\name{rknn}
\alias{dknn}
\alias{pknn}
\alias{qknn}
\alias{rknn}
\title{
  Theoretical Distribution of Nearest Neighbour Distance
}
\description{
  Density, distribution function, quantile function and random
  generation for the random distance to the \eqn{k}th nearest neighbour
  in a Poisson point process in \eqn{d} dimensions.
}
\usage{
dknn(x, k = 1, d = 2, lambda = 1)
pknn(q, k = 1, d = 2, lambda = 1)
qknn(p, k = 1, d = 2, lambda = 1)
rknn(n, k = 1, d = 2, lambda = 1)
}
\arguments{
  \item{x,q}{vector of quantiles.}
  \item{p}{vector of probabilities.}
  \item{n}{number of observations to be generated.}
  \item{k}{order of neighbour.}
  \item{d}{dimension of space.}
  \item{lambda}{intensity of Poisson point process.}
}
\details{
  In a Poisson point process in \eqn{d}-dimensional space, let
  the random variable \eqn{R} be
  the distance from a fixed point to the \eqn{k}-th nearest random point,
  or the distance from a random point to the
  \eqn{k}-th nearest other random point.

  Then \eqn{R^d} has a Gamma distribution with shape parameter \eqn{k}
  and rate \eqn{\lambda * \alpha}{lambda * alpha} where
  \eqn{\alpha}{alpha} is a constant (equal to the volume of the
  unit ball in \eqn{d}-dimensional space).
  See e.g.
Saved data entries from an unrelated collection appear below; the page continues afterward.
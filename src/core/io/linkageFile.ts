/**
 * The linkage file: Loci's own versioned JSON form of one linkage (a `Linkage` of
 * src/core/linkage/model.ts plus a name), validated once here at the boundary.
 *
 *   { "format": "loci-linkage", "version": 1, "name": "…", "units": "mm",
 *     "joints": [...], "bodies": [...], "sliders": [...], "points": [...], "driver": {...} }
 *
 * Reading runs four stages, each stopping on failure so one mistake gives one message:
 * the envelope (`format`, `version`), forward migration to the current version, the
 * schema (every field's type), then `compile`, whose issues (unknown ids, a body with
 * one joint, mobility, a reference pose that breaks its own constraints) come back in
 * the same `{ path, message }` shape.
 */
import * as z from 'zod';
import { describeValue, expected, formatPath, strict } from './schemaMessages';
import { compile } from '../linkage/compile';
import type { DriverSpec, JointSpec, Linkage, PointSpec, SliderSpec } from '../linkage/model';

export const LINKAGE_FILE_FORMAT = 'loci-linkage';
/** The version this code writes, and the newest it reads. */
export const LINKAGE_FILE_VERSION = 1;

/** One problem with a linkage file: where (`joints[2].x`, or '' for the whole file) and what was expected. */
export interface LinkageFileIssue {
  readonly path: string;
  readonly message: string;
}

export type ParseLinkageFileResult =
  | { readonly ok: true; readonly linkage: Linkage; readonly name?: string }
  | { readonly ok: false; readonly issues: readonly LinkageFileIssue[] };

// ---------------------------------------------------------------------------------
// Schema, version 1

const mm = (what = 'a finite number in mm') => z.number({ error: expected(what) });
const id = (what: string) => z.string({ error: expected(what) }).min(1, { error: expected(what) });


const jointSchema = strict('a joint { "id", "x", "y", "ground"? }', {
  id: id('a non-empty joint id string'),
  x: mm(),
  y: mm(),
  ground: z.boolean({ error: expected('true or false') }).optional(),
});

const bodySchema = strict('a body { "id", "joints" }', {
  id: id('a non-empty body id string'),
  joints: z.array(id('a joint id string'), { error: expected('an array of joint ids') }),
});

const sliderSchema = strict('a slider { "joint", "body", "angle", "through"? }', {
  joint: id('a joint id string'),
  body: id('a body id string (or "ground")'),
  angle: z.number({ error: expected('a finite number in radians (the line direction)') }),
  through: strict('a point { "x", "y" } in mm', { x: mm(), y: mm() }).optional(),
});

const pointSchema = strict('a point { "id", "body", "x", "y" }', {
  id: id('a non-empty point id string'),
  body: id('a body id string'),
  x: mm(),
  y: mm(),
});

const driverKinds = 'a driver kind, "rotation" or "length"';
const driverSchema = z.discriminatedUnion(
  'kind',
  [
    strict('a rotation driver { "kind", "body", "pivot", "tip" }', {
      kind: z.literal('rotation', { error: expected(driverKinds) }),
      body: id('the id of the driven body'),
      pivot: id('the id of the ground joint it turns about'),
      tip: id('the id of another joint of the driven body'),
    }),
    strict('a length driver { "kind", "from", "to" }', {
      kind: z.literal('length', { error: expected(driverKinds) }),
      from: id('a joint id string'),
      to: id('a joint id string'),
    }),
  ],
  { error: expected(driverKinds) },
);

const fileShape = {
  format: z.literal(LINKAGE_FILE_FORMAT, { error: expected(`"${LINKAGE_FILE_FORMAT}"`) }),
  version: z.literal(LINKAGE_FILE_VERSION, { error: expected(`${LINKAGE_FILE_VERSION}`) }),
  name: z.string({ error: expected('a name string') }).optional(),
  units: z.literal('mm', { error: expected('"mm" (lengths are in millimetres; angles in radians)') }),
  joints: z.array(jointSchema, { error: expected('an array of joints') }),
  bodies: z.array(bodySchema, { error: expected('an array of bodies') }),
  sliders: z.array(sliderSchema, { error: expected('an array of sliders') }).optional(),
  points: z.array(pointSchema, { error: expected('an array of points') }).optional(),
  driver: driverSchema,
};
const linkageFileV1Schema = strict('a linkage file', fileShape);

/** A linkage file of the current version, as written by `toLinkageFile`. */
export type LinkageFileV1 = z.infer<typeof linkageFileV1Schema>;

// ---------------------------------------------------------------------------------
// Envelope and migration

type Doc = Record<string, unknown>;

/**
 * Forward migrations keyed on the version they read: `MIGRATIONS[v]` turns a version-v
 * document into version v + 1. Version 1 is the first, so there are none yet; a
 * version 2 adds `1: (doc) => …` here and bumps LINKAGE_FILE_VERSION.
 */
const MIGRATIONS: Readonly<Partial<Record<number, (doc: Doc) => Doc>>> = {};

function isPlainObject(value: unknown): value is Doc {
  return typeof value === 'object' && value !== null && !Array.isArray(value);
}

/**
 * Brings a document of any version this code knows up to LINKAGE_FILE_VERSION. Rejects
 * a file that is not a linkage file, a version that is not a whole number ≥ 1, and a
 * version newer than this code reads.
 */
export function migrateLinkageFile(
  json: unknown,
): { readonly ok: true; readonly doc: Doc } | { readonly ok: false; readonly issues: readonly LinkageFileIssue[] } {
  if (!isPlainObject(json)) {
    return fail('', `expected a linkage file (a JSON object with "format": "${LINKAGE_FILE_FORMAT}"), got ${describeValue(json)}`);
  }
  if (json.format !== LINKAGE_FILE_FORMAT) {
    return fail('format', json.format === undefined
      ? `missing; expected "${LINKAGE_FILE_FORMAT}" (is this a linkage file?)`
      : `expected "${LINKAGE_FILE_FORMAT}", got ${describeValue(json.format)}`);
  }
  const version = json.version;
  if (!(typeof version === 'number' && Number.isInteger(version) && version >= 1)) {
    return fail('version', version === undefined
      ? `missing; expected a file format version (this Loci reads 1 to ${LINKAGE_FILE_VERSION})`
      : `expected a whole number ≥ 1, got ${describeValue(version)}`);
  }
  if (version > LINKAGE_FILE_VERSION) {
    return fail('version', `this file is version ${version}, newer than this Loci reads ` +
      `(up to version ${LINKAGE_FILE_VERSION}); open it with a newer Loci`);
  }
  let doc = json;
  for (let v = version; v < LINKAGE_FILE_VERSION; v++) {
    const step = MIGRATIONS[v];
    if (!step) throw new Error(`linkage file: no migration from version ${v}`);
    doc = step(doc);
  }
  return { ok: true, doc };
}

function fail(path: string, message: string): { ok: false; issues: LinkageFileIssue[] } {
  return { ok: false, issues: [{ path, message }] };
}

// ---------------------------------------------------------------------------------
// Reading and writing

/** Parses the text of a linkage file: JSON first, then as `parseLinkageFile`. */
export function parseLinkageFileText(text: string): ParseLinkageFileResult {
  const body = text.charCodeAt(0) === 0xfeff ? text.slice(1) : text;
  let json: unknown;
  try {
    json = JSON.parse(body);
  } catch (error) {
    const message = error instanceof Error ? error.message : String(error);
    return fail('', `not valid JSON: ${message}${lineAndColumn(body, message)}`);
  }
  return parseLinkageFile(json);
}

/** ` (line 3, column 7)` for a JSON.parse message that gives a character position, else ''. */
function lineAndColumn(text: string, message: string): string {
  const match = /position (\d+)/.exec(message);
  if (!match) return '';
  const before = text.slice(0, Number(match[1]));
  const lines = before.split('\n');
  return ` (line ${lines.length}, column ${lines[lines.length - 1].length + 1})`;
}

/**
 * Validates a parsed linkage file and compiles the linkage it describes. On success the
 * linkage is a fresh copy that compiles; on failure every issue names its field.
 */
export function parseLinkageFile(json: unknown): ParseLinkageFileResult {
  const migrated = migrateLinkageFile(json);
  if (!migrated.ok) return migrated;

  const parsed = linkageFileV1Schema.safeParse(migrated.doc);
  if (!parsed.success) {
    return {
      ok: false,
      issues: parsed.error.issues.map((issue) => ({ path: formatPath(issue.path), message: issue.message })),
    };
  }

  const linkage = linkageFromFile(parsed.data);
  const compiled = compile(linkage);
  if (!compiled.ok) {
    return { ok: false, issues: compiled.issues.map((issue) => ({ path: issue.where, message: issue.message })) };
  }
  return parsed.data.name === undefined ? { ok: true, linkage } : { ok: true, linkage, name: parsed.data.name };
}

/** The linkage file of a linkage, ready for `JSON.stringify`. Copies everything it keeps. */
export function toLinkageFile(linkage: Linkage, name?: string): LinkageFileV1 {
  const file: LinkageFileV1 = {
    format: LINKAGE_FILE_FORMAT,
    version: LINKAGE_FILE_VERSION,
    ...(name === undefined ? {} : { name }),
    units: 'mm',
    joints: linkage.joints.map(copyJoint),
    bodies: linkage.bodies.map((b) => ({ id: b.id, joints: [...b.joints] })),
    ...(linkage.sliders && linkage.sliders.length > 0 ? { sliders: linkage.sliders.map(copySlider) } : {}),
    ...(linkage.points && linkage.points.length > 0 ? { points: linkage.points.map(copyPoint) } : {}),
    driver: copyDriver(linkage.driver),
  };
  return file;
}

function linkageFromFile(file: LinkageFileV1): Linkage {
  return {
    joints: file.joints.map(copyJoint),
    bodies: file.bodies.map((b) => ({ id: b.id, joints: [...b.joints] })),
    ...(file.sliders ? { sliders: file.sliders.map(copySlider) } : {}),
    ...(file.points ? { points: file.points.map(copyPoint) } : {}),
    driver: copyDriver(file.driver),
  };
}

function copyJoint(j: JointSpec): JointSpec {
  return j.ground === undefined ? { id: j.id, x: j.x, y: j.y } : { id: j.id, x: j.x, y: j.y, ground: j.ground };
}

function copySlider(s: SliderSpec): SliderSpec {
  return s.through === undefined
    ? { joint: s.joint, body: s.body, angle: s.angle }
    : { joint: s.joint, body: s.body, angle: s.angle, through: { x: s.through.x, y: s.through.y } };
}

function copyPoint(p: PointSpec): PointSpec {
  return { id: p.id, body: p.body, x: p.x, y: p.y };
}

function copyDriver(d: DriverSpec): DriverSpec {
  return d.kind === 'rotation'
    ? { kind: 'rotation', body: d.body, pivot: d.pivot, tip: d.tip }
    : { kind: 'length', from: d.from, to: d.to };
}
Cressie (1991, page 61).

  These functions support calculation and simulation for the
  distribution of \eqn{R}. 
}
\value{
  A numeric vector:
  \code{dknn} returns the probability density,
  \code{pknn} returns cumulative probabilities (distribution function),
  \code{qknn} returns quantiles,
  and \code{rknn} generates random deviates.
}
\references{
  Cressie, N.A.C. (1991)
  \emph{Statistics for spatial data}.
  John Wiley and Sons, 1991.
}
\author{\adrian
  
  
  and \rolf
  
}
\examples{
  x <- seq(0, 5, length=20)
  densities <- dknn(x, k=3, d=2)
  cdfvalues <- pknn(x, k=3, d=2)
  randomvalues <- rknn(100, k=3, d=2)
  deciles <- qknn((1:9)/10, k=3, d=2)
}
\keyword{spatial}
\keyword{distribution}